== Input records

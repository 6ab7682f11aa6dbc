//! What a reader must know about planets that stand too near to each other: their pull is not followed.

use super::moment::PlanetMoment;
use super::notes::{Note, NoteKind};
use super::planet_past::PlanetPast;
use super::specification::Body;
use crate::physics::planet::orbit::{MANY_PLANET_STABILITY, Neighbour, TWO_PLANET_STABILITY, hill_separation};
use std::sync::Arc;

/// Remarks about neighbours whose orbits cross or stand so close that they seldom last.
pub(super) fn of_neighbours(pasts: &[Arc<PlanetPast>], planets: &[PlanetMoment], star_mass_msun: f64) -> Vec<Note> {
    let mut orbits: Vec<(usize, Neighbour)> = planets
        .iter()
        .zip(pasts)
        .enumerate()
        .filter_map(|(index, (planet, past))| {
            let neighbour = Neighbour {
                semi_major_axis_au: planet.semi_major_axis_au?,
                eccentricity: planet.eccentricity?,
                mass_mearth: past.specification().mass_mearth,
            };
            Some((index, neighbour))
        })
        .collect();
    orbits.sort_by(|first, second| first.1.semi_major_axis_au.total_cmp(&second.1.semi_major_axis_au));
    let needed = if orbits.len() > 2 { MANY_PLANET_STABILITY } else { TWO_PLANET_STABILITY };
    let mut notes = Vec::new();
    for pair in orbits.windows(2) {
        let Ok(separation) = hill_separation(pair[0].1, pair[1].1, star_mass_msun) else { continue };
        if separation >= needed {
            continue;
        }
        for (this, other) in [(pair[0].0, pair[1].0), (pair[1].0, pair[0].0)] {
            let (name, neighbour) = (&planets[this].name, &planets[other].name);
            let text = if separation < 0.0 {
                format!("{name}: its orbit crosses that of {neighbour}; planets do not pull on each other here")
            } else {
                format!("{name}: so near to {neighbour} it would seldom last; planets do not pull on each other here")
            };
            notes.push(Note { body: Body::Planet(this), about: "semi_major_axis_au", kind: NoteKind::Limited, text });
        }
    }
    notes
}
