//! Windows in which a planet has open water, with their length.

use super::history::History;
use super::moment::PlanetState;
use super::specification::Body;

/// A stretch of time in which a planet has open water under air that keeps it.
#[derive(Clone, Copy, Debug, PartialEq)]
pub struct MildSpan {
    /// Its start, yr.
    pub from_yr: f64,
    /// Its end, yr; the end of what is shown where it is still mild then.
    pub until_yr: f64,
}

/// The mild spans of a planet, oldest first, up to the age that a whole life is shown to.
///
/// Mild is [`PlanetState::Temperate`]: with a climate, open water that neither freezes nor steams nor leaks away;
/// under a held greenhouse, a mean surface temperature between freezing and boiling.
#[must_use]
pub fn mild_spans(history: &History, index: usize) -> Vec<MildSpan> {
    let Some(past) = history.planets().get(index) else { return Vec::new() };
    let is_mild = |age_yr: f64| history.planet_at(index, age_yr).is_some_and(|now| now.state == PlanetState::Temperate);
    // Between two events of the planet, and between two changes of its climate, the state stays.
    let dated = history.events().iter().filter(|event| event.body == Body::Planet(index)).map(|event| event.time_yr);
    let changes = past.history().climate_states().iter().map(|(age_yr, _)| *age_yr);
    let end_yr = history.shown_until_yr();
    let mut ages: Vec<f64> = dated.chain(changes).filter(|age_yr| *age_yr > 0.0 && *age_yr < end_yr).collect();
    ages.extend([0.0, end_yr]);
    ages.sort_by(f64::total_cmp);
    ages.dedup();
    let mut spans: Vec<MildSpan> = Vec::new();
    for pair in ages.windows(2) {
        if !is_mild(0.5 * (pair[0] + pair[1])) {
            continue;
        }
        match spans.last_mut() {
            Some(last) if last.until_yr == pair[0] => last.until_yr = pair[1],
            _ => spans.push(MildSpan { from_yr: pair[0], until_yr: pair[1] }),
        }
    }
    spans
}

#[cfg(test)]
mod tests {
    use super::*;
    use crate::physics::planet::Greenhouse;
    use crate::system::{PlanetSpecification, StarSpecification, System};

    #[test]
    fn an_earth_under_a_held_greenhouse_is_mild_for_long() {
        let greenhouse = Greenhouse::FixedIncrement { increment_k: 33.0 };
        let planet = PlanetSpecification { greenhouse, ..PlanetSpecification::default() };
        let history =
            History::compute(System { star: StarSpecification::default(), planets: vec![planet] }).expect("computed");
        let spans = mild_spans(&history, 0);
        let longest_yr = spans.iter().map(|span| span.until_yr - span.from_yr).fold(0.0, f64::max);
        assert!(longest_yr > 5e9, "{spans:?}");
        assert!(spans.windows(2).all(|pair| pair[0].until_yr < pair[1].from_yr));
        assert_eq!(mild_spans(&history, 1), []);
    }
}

====
== Input records

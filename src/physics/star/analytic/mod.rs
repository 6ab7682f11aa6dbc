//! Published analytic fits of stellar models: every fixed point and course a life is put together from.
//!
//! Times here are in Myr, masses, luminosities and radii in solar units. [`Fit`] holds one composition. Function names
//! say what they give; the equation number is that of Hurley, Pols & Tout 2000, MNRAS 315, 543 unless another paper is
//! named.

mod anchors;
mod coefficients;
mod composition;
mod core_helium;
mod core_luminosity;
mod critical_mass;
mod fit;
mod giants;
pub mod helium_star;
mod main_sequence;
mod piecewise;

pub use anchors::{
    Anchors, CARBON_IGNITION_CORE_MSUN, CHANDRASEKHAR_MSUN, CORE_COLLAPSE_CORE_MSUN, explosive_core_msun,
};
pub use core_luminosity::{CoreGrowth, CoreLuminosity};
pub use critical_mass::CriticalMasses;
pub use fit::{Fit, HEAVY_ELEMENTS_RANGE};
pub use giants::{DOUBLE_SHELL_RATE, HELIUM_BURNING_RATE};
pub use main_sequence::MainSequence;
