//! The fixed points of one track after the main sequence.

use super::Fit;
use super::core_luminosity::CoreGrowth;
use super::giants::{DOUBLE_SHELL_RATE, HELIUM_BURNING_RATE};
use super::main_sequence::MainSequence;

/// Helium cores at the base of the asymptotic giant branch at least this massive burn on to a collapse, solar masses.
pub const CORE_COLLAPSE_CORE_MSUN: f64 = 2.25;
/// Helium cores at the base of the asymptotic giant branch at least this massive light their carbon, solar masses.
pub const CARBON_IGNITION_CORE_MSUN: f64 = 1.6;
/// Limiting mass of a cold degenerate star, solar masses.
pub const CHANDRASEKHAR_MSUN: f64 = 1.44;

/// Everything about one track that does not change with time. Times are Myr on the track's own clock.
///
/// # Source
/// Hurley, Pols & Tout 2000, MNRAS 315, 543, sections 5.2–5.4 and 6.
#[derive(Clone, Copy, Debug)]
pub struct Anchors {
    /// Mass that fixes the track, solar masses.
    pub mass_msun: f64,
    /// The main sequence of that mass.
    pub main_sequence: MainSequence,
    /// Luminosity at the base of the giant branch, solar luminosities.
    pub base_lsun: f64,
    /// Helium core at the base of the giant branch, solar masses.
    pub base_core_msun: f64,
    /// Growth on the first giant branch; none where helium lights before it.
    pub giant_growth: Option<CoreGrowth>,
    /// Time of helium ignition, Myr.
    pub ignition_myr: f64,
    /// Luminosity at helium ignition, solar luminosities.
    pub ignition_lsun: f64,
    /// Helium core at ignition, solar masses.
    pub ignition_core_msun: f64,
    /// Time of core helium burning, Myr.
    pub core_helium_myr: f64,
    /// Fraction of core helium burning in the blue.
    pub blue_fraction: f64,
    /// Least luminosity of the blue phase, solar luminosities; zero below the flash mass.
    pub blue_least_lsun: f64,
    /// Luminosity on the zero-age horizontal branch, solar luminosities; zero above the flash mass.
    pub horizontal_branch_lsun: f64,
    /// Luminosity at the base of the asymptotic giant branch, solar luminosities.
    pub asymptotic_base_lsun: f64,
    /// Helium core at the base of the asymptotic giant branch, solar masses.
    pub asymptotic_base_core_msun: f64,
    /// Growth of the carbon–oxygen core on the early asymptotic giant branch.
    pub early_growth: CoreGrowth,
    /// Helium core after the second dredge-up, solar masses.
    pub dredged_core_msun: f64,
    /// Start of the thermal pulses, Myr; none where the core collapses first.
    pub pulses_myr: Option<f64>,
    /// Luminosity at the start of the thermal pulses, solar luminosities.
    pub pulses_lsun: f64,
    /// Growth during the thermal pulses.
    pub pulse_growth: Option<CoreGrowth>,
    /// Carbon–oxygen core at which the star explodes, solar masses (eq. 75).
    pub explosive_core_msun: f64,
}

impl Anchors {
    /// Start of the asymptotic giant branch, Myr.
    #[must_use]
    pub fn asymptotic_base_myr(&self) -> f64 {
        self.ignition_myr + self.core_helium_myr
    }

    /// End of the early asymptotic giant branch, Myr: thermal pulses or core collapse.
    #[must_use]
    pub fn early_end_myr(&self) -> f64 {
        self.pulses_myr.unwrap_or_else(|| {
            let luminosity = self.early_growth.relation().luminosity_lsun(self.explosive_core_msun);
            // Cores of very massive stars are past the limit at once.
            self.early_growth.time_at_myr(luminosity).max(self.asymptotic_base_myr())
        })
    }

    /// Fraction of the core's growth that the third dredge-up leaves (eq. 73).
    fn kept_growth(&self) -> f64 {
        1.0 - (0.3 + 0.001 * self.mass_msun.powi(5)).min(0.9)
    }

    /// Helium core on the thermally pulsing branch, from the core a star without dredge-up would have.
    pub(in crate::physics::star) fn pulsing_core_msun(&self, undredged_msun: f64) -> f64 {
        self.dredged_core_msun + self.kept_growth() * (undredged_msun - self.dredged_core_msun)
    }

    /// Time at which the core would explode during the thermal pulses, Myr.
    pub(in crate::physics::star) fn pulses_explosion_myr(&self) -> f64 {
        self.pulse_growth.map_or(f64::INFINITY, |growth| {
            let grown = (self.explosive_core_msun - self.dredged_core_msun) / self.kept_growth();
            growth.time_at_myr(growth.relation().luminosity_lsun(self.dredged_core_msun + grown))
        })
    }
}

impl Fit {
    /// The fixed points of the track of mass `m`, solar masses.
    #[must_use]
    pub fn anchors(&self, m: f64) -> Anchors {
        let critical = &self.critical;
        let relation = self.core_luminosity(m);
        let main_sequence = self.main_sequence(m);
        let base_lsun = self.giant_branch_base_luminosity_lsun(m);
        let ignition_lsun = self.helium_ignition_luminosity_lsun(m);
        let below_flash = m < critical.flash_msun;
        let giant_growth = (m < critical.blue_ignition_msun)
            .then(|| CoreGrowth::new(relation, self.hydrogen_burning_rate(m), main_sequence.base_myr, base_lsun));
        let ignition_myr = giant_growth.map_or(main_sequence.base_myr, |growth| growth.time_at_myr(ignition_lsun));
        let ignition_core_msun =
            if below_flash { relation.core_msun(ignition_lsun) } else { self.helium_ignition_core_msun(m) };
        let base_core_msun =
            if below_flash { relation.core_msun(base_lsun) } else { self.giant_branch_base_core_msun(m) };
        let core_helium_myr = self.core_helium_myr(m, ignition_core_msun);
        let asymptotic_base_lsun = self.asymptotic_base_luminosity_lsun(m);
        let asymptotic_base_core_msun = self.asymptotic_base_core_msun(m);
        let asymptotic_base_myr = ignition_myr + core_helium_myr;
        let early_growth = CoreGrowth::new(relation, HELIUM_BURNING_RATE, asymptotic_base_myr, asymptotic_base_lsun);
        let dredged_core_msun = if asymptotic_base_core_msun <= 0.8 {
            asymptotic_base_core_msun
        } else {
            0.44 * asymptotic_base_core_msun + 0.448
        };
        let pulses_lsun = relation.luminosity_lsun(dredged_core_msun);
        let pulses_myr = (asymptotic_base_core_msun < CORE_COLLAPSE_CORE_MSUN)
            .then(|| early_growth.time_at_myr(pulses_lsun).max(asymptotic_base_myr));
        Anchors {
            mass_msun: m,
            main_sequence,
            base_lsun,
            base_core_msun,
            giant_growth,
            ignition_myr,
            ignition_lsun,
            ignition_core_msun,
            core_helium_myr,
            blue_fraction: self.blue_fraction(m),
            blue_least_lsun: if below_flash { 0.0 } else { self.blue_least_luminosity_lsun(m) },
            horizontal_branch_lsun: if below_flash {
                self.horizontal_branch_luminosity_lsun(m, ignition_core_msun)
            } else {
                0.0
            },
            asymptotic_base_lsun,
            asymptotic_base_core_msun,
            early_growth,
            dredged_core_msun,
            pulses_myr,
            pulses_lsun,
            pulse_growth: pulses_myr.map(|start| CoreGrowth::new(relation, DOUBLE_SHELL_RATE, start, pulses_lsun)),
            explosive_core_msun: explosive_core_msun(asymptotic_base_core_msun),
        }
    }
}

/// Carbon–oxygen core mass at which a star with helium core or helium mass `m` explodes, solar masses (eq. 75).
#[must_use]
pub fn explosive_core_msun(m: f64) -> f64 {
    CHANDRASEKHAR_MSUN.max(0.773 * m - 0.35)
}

====

Each line of the entries above that includes the string "NoteKind" should be copied out.

use super::notes::{Note, NoteKind};
            notes.push(Note { body: Body::Planet(this), about: "semi_major_axis_au", kind: NoteKind::Limited, text });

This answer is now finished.